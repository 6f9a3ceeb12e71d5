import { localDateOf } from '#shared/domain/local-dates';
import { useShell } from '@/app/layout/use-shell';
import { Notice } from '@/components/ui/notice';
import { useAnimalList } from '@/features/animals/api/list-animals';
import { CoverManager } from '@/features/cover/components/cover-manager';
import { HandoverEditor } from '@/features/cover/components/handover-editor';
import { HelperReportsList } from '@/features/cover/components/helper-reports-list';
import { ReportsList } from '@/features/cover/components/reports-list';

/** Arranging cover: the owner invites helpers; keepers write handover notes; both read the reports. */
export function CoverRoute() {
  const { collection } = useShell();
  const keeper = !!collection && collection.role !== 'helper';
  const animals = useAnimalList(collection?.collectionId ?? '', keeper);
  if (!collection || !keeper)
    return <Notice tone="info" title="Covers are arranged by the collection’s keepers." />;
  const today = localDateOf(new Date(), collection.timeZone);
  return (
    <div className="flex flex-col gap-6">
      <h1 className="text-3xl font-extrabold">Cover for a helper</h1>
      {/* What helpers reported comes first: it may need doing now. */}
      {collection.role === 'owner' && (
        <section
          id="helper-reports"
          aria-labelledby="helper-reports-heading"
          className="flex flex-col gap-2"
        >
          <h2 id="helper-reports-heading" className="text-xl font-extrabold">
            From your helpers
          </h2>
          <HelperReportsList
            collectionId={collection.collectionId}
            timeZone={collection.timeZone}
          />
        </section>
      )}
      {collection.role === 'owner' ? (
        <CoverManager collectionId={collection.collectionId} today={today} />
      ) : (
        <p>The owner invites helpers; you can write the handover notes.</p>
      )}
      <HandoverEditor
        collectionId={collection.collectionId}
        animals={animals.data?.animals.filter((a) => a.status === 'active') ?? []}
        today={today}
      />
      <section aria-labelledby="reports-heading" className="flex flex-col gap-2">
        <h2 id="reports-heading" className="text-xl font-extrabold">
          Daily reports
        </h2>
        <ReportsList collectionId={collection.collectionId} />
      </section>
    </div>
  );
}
* * *
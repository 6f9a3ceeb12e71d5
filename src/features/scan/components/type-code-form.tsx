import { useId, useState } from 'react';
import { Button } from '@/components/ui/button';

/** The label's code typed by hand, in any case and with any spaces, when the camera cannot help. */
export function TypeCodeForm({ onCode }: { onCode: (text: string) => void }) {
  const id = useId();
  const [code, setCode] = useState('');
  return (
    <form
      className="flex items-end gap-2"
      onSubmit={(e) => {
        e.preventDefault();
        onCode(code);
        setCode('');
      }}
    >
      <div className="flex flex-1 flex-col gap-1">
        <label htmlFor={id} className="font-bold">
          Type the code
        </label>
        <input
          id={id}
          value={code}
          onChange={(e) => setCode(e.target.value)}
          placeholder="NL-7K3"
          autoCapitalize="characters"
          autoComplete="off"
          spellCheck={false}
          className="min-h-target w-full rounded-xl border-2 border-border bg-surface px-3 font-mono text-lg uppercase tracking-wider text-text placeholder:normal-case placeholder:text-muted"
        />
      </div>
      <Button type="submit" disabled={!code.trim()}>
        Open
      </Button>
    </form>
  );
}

*Exercise brief*
Filter the records above and return every line that holds the word "labelledby".

*Solved exercise*
          aria-labelledby="helper-reports-heading"
      <section aria-labelledby="reports-heading" className="flex flex-col gap-2">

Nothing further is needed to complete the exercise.